Current State • Measurement “Requirements” for Climate usually stated as global values of means and standard deviations • Corresponding statistics can be generated by appropriate white noise • Is this adequate? • Probably not – clouds variations are more complex than a global mean and simple latitudinal variations • Can we come up with a common basis for stating variability across Earth science? • Regional? • Regional with moving systems?
No Preservation Without Understandable Error Assessments • Error assessments for climate data records are difficult • Need physical basis for estimating uncertainties, not just internally consistent measurement statistics • Error assessments must be tied to algorithm code – data editing is as important as coefficients or outlines of algorithms • Errors are not believable if entire data production process is not publicly understandable
Current State • Algorithm Theoretical Basis Documents do not necessarily represent the “as-built” algorithms with their data editing • EOS data production systems are “overwhelmingly complex” • May need new documentation tools to provide understanding – 100,000 lines of code is not readable in a Sunday afternoon • As Science Teams disperse, community knowledge will be lost unless we take steps to prevent it • May need to develop “data scholars”
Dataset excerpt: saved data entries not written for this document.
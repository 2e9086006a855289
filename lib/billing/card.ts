import 'server-only';
import crypto from 'node:crypto';
import { Op, type Transaction } from 'sequelize';
import type { z } from 'zod';
import type { cardPaidSchema } from '@/lib/api/dto/billing';
import { audit } from '@/lib/audit';
import type { Actor } from '@/lib/auth';
import { inTransaction } from '@/lib/db';
import { conflict, HttpError, notFound, invalidFields } from '@/lib/http';
import { formatCents } from '@/lib/money';
import { chargeCard, findChargeForAttempt, type ProviderCharge } from '@/lib/payments';
import { Coop, Invoice, Payment, PaymentAttempt } from '@/models';
import { getInvoiceDetail } from './invoices';
import { lockCoopBilling } from './locks';
import { allocatePayment } from './payments';
import { cents } from './cents';
import { todayIn } from '@/lib/dates';
import { invoiceLabel } from './periods';
import { takeNextId } from './queries';

/** How long one request owns an attempt while it talks to the provider (then a retry may take over). */
const LEASE_SECONDS = 30;
/** The smallest card charge in USD and most two-decimal currencies (Stripe's documented minimum, 50 cents). */
export const MIN_CARD_CHARGE_CENTS = 50;

const leaseUntil = (): Date => new Date(Date.now() + LEASE_SECONDS * 1000);

/**
 * Records a succeeded charge exactly once, whichever path reports it first (the API answer or a
 * webhook, in any order, any number of times): the attempt moves pending/failed → succeeded (never
 * back), one payment row is written (UNIQUE attempt and charge ids) and applied to the invoice —
 * any excess, or all of it if the invoice was voided or paid meanwhile, becomes member credit.
 * This is the one place a charge becomes a payment.
 * @returns 'applied' when this call recorded it, 'no-change' when it was already recorded
 */
export async function completeAttemptSucceeded(
  t: Transaction,
  coopId: number,
  attemptId: number,
  charge: ProviderCharge,
  userId: number | null,
): Promise<'applied' | 'no-change' | 'unknown'> {
  await lockCoopBilling(t, coopId);
  const a = await PaymentAttempt.findOne({
    attributes: ['id', 'invoiceId', 'membershipId', 'status'],
    where: { id: attemptId, coopId },
    lock: t.LOCK.UPDATE,
    raw: true,
    transaction: t,
  });
  const coop = a ? await Coop.findByPk(coopId, { attributes: ['timezone'], raw: true, transaction: t }) : null;
  if (!a || !coop) return 'unknown';
  if (a.status === 'succeeded') return 'no-change';
  await PaymentAttempt.update(
    {
      status: 'succeeded',
      stripeChargeId: charge.id,
      completedAt: new Date(),
      leaseUntil: null,
      failureCode: null,
      failureMessage: null,
    },
    { where: { id: attemptId, coopId }, transaction: t },
  );
  // Under the billing lock with the attempt row locked: a payment for this attempt or charge can
  // only exist if it was recorded before (the UNIQUE columns would refuse a second one anyway).
  const recorded = await Payment.count({
    where: { coopId, [Op.or]: [{ paymentAttemptId: attemptId }, { stripeChargeId: charge.id }] },
    transaction: t,
  });
  if (recorded > 0) return 'no-change';
  const today = todayIn(coop.timezone);
  const p = await Payment.create(
    {
      coopId,
      membershipId: a.membershipId,
      method: 'card',
      amountCents: charge.amountCents,
      unallocatedCents: charge.amountCents,
      receivedOn: today,
      period: `${today.slice(0, 7)}-01`,
      reference: charge.cardLabel?.slice(0, 60) ?? null,
      stripeChargeId: charge.id,
      paymentAttemptId: attemptId,
      recordedByUserId: userId,
    },
    { transaction: t },
  );
  const alloc = await allocatePayment(t, coopId, p.id, a.invoiceId, userId);
  await audit(
    {
      coopId,
      actorUserId: userId,
      action: 'payment.card.succeeded',
      entityType: 'payment',
      entityId: p.id,
      before: { attemptId, status: a.status },
      after: { attemptId, chargeId: charge.id, amountCents: charge.amountCents, invoiceId: a.invoiceId, ...alloc },
    },
    t,
  );
  return 'applied';
}

/** Marks an attempt declined; never overrides a success. */
export async function markAttemptFailed(
  t: Transaction,
  coopId: number,
  attemptId: number,
  code: string,
  message: string,
): Promise<'applied' | 'no-change'> {
  const [n] = await PaymentAttempt.update(
    {
      status: 'failed',
      failureCode: code.slice(0, 60),
      failureMessage: message.slice(0, 240),
      completedAt: new Date(),
      leaseUntil: null,
    },
    { where: { id: attemptId, coopId, status: 'pending' }, transaction: t },
  );
  return n > 0 ? 'applied' : 'no-change';
}

/**
 * A member pays their own invoice by card, charged at most once however often they click:
 *  1. under the co-op's billing lock, the invoice's one open attempt is found or created (the
 *     partial UNIQUE index allows one pending attempt per invoice), with its idempotency key
 *     (`payment-attempt-<id>-<salt>`) committed BEFORE the provider is called; an attempt another
 *     request is working on right now → 409;
 *  2. the provider is called with that key (an earlier attempt is replayed with its own card and
 *     amount, so the provider answers with the first result instead of charging again);
 *  3. the answer is recorded: success → payment applied; decline → attempt failed (a new click
 *     starts a fresh attempt); provider unreachable → attempt stays open for a later retry or the
 *     provider's webhook, and the member is told the invoice is still unpaid.
 */
export async function payInvoiceByCard(
  actor: Actor,
  invoiceId: number,
  cardToken: string,
): Promise<z.infer<typeof cardPaidSchema>> {
  const coopId = actor.coop.id;
  const { attempt, invoiceNumber } = await inTransaction(async (t) => {
    await lockCoopBilling(t, coopId);
    const inv = await Invoice.findOne({
      attributes: ['id', 'kind', 'status', 'totalCents', 'paidCents', 'number'],
      where: { id: invoiceId, coopId, membershipId: actor.membershipId, status: { [Op.ne]: 'draft' } },
      lock: t.LOCK.UPDATE,
      raw: true,
      transaction: t,
    });
    if (!inv) throw notFound('Invoice not found.');
    if (inv.kind !== 'invoice') throw conflict('A credit note is not paid; its amount is already on your account.');
    if (inv.status === 'paid') throw conflict('This invoice is already paid.', { code: 'already-paid' });
    if (inv.status === 'void') throw conflict('This invoice was voided; see the credit note and any newer invoice.');
    const open = await PaymentAttempt.findOne({
      where: { invoiceId, coopId, status: 'pending' },
      lock: t.LOCK.UPDATE,
      transaction: t,
    });
    if (open) {
      if (open.leaseUntil && open.leaseUntil.getTime() > Date.now()) {
        throw conflict('A payment for this invoice is already being processed. Wait a moment and reload the page.', {
          code: 'in-progress',
        });
      }
      await open.update({ leaseUntil: leaseUntil() }, { transaction: t });
      return { attempt: open, invoiceNumber: inv.number };
    }
    const outstanding = cents(inv.totalCents) - cents(inv.paidCents);
    if (outstanding < MIN_CARD_CHARGE_CENTS) {
      throw invalidFields({
        card: [
          `Amounts under ${formatCents(MIN_CARD_CHARGE_CENTS, actor.coop.currency)} cannot be paid by card; please pay the treasurer in cash.`,
        ],
      });
    }
    // The key names the row it belongs to: the id is taken first and both go in with one INSERT.
    const id = await takeNextId('payment_attempts', t);
    const row = await PaymentAttempt.create(
      {
        id,
        coopId,
        invoiceId,
        membershipId: actor.membershipId,
        amountCents: outstanding,
        currency: actor.coop.currency,
        cardToken,
        idempotencyKey: `payment-attempt-${id}-${crypto.randomBytes(6).toString('hex')}`,
        leaseUntil: leaseUntil(),
        createdByUserId: actor.user.id,
      },
      { transaction: t },
    );
    await audit(
      {
        coopId,
        actorUserId: actor.user.id,
        action: 'payment.attempt.start',
        entityType: 'payment_attempt',
        entityId: row.id,
        after: { invoiceId, amountCents: outstanding, idempotencyKey: row.idempotencyKey },
      },
      t,
    );
    return { attempt: row, invoiceNumber: inv.number };
  });

  const outcome = await chargeCard({
    amountCents: cents(attempt.amountCents),
    currency: attempt.currency,
    cardToken: attempt.cardToken,
    description: `${actor.coop.name} — invoice ${invoiceLabel('invoice', invoiceNumber ?? null) ?? invoiceId}`,
    metadata: { coop_id: String(coopId), invoice_id: String(invoiceId), payment_attempt_id: String(attempt.id) },
    idempotencyKey: attempt.idempotencyKey,
  });

  if (outcome.outcome === 'succeeded') {
    await inTransaction((t) => completeAttemptSucceeded(t, coopId, attempt.id, outcome.charge, actor.user.id));
    return {
      status: 'succeeded',
      invoice: await getInvoiceDetail(coopId, invoiceId, { membershipId: actor.membershipId, includeDrafts: false }),
    };
  }
  if (outcome.outcome === 'declined' || outcome.outcome === 'rejected') {
    await inTransaction(async (t) => {
      await lockCoopBilling(t, coopId);
      await markAttemptFailed(
        t,
        coopId,
        attempt.id,
        outcome.outcome === 'declined' ? outcome.code : 'rejected',
        outcome.message,
      );
      await audit(
        {
          coopId,
          actorUserId: actor.user.id,
          action: 'payment.attempt.failed',
          entityType: 'payment_attempt',
          entityId: attempt.id,
          after: { outcome: outcome.outcome, message: outcome.message },
        },
        t,
      );
    });
    if (outcome.outcome === 'declined')
      throw new HttpError(
        402,
        `Your card was not accepted: ${outcome.message} Nothing was charged. Try another card, or pay the treasurer in cash.`,
        undefined,
        { code: 'card-declined' },
      );
    throw new HttpError(
      502,
      `The card payment service refused this payment (${outcome.message}). Nothing was charged.`,
      undefined,
      { code: 'provider-rejected' },
    );
  }
  await PaymentAttempt.update({ leaseUntil: null }, { where: { id: attempt.id, coopId, status: 'pending' } });
  throw new HttpError(
    503,
    'We could not reach the card payment service, so your invoice still shows as unpaid. Please try again in a few minutes — you will not be charged twice. If the payment did go through, it will appear here by itself.',
    undefined,
    { code: 'provider-unavailable' },
  );
}

/** An attempt whose answer was lost is looked up at the provider after this long. */
export const SETTLE_AFTER_MS = Number(process.env.PAYMENT_SETTLE_AFTER_SECONDS ?? 180) * 1000;

/**
 * Settles card payments whose outcome is unknown (a worker job, every minute): each attempt
 * still pending SETTLE_AFTER_MS after it started, and not being worked on by a request right now,
 * is leased, then looked up at the provider by its attempt id (charge metadata). A succeeded
 * charge is recorded through completeAttemptSucceeded (the one place a charge becomes a payment);
 * a declined one, or none at all, marks the attempt failed (nothing was charged; the member may
 * pay again — a late success would still be recorded, failed → succeeded). When the provider
 * cannot be reached, the attempt stays pending for the next run.
 * @returns how many attempts were settled
 */
export async function settleUnknownAttempts(limit = 50): Promise<number> {
  const due = await PaymentAttempt.findAll({
    attributes: ['id', 'coopId', 'createdAt'],
    where: {
      status: 'pending',
      createdAt: { [Op.lt]: new Date(Date.now() - SETTLE_AFTER_MS) },
      [Op.or]: [{ leaseUntil: null }, { leaseUntil: { [Op.lt]: new Date() } }],
    },
    order: [['id', 'ASC']],
    limit,
    raw: true,
  });
  let settled = 0;
  for (const a of due) {
    // Lease it, so a member's retry waits (409) while we ask the provider.
    const [leased] = await PaymentAttempt.update(
      { leaseUntil: leaseUntil() },
      {
        where: {
          id: a.id,
          coopId: a.coopId,
          status: 'pending',
          [Op.or]: [{ leaseUntil: null }, { leaseUntil: { [Op.lt]: new Date() } }],
        },
      },
    );
    if (leased === 0) continue;
    const found = await findChargeForAttempt(a.id, new Date(a.createdAt));
    if (found === 'unavailable') {
      await PaymentAttempt.update({ leaseUntil: null }, { where: { id: a.id, coopId: a.coopId, status: 'pending' } });
      continue;
    }
    await inTransaction(async (t) => {
      if (found && found.succeeded) {
        await completeAttemptSucceeded(t, a.coopId, a.id, found, null);
        return;
      }
      await lockCoopBilling(t, a.coopId);
      const message = found
        ? 'The card was declined.'
        : 'The card payment service has no charge for this attempt; nothing was charged.';
      if (
        (await markAttemptFailed(t, a.coopId, a.id, found ? 'card_declined' : 'not-charged', message)) === 'applied'
      ) {
        await audit(
          {
            coopId: a.coopId,
            actorUserId: null,
            action: 'payment.attempt.failed',
            entityType: 'payment_attempt',
            entityId: a.id,
            after: { outcome: found ? 'declined' : 'not-charged', settled: true },
          },
          t,
        );
      }
    });
    settled++;
  }
  return settled;
}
Action Items • Can this workshop produce an understandable, quantitative description of cloud variability – and of expected cloud property changes? • Is it possible to develop a community-accepted standard checklist of errors for cloud properties?
Sample Error Checklist • Are the “as-built” instrument drawings available? • Is the ground calibration data available? • Is there a computational math model of the instrument that includes all of the physics of the measurement? • How was the gain determined? • How was the spectral response determined? • How was the Point Spread Function measured? • …
Models for Preservation Funding • The Cemetery Model: • Pay when the body is deposited; live off the interest • The Advanced Cemetery Model: • Pay for the previous bodies, as well as the one you’re depositing; make sure to add new bodies (the Cemetery as Pyramid) • The Cemetery as Theme Park: • Make the cemetery interesting to visit; charge admission • The Public Broadcasting Approach: • Beg for support annually – and ask for volunteers
Actions That Can Reduce Preservation Costs and Risk • Arrange a “Submission Agreement” (data will) with your designated archive • Gather required original documents and make sure your archive can accept them • Drawings • Calibration plans and procedures • Science Team minutes • Source Code • Arrange peer review of documentation
Summary • Our data will not survive without careful thought to ensure • Physical insight into the measured variables and the measurement process • Adequate public access to the measurement process • Cost-effective archival • Archives know less than you do about your data; if you don’t act to preserve that information, archives can’t preserve it!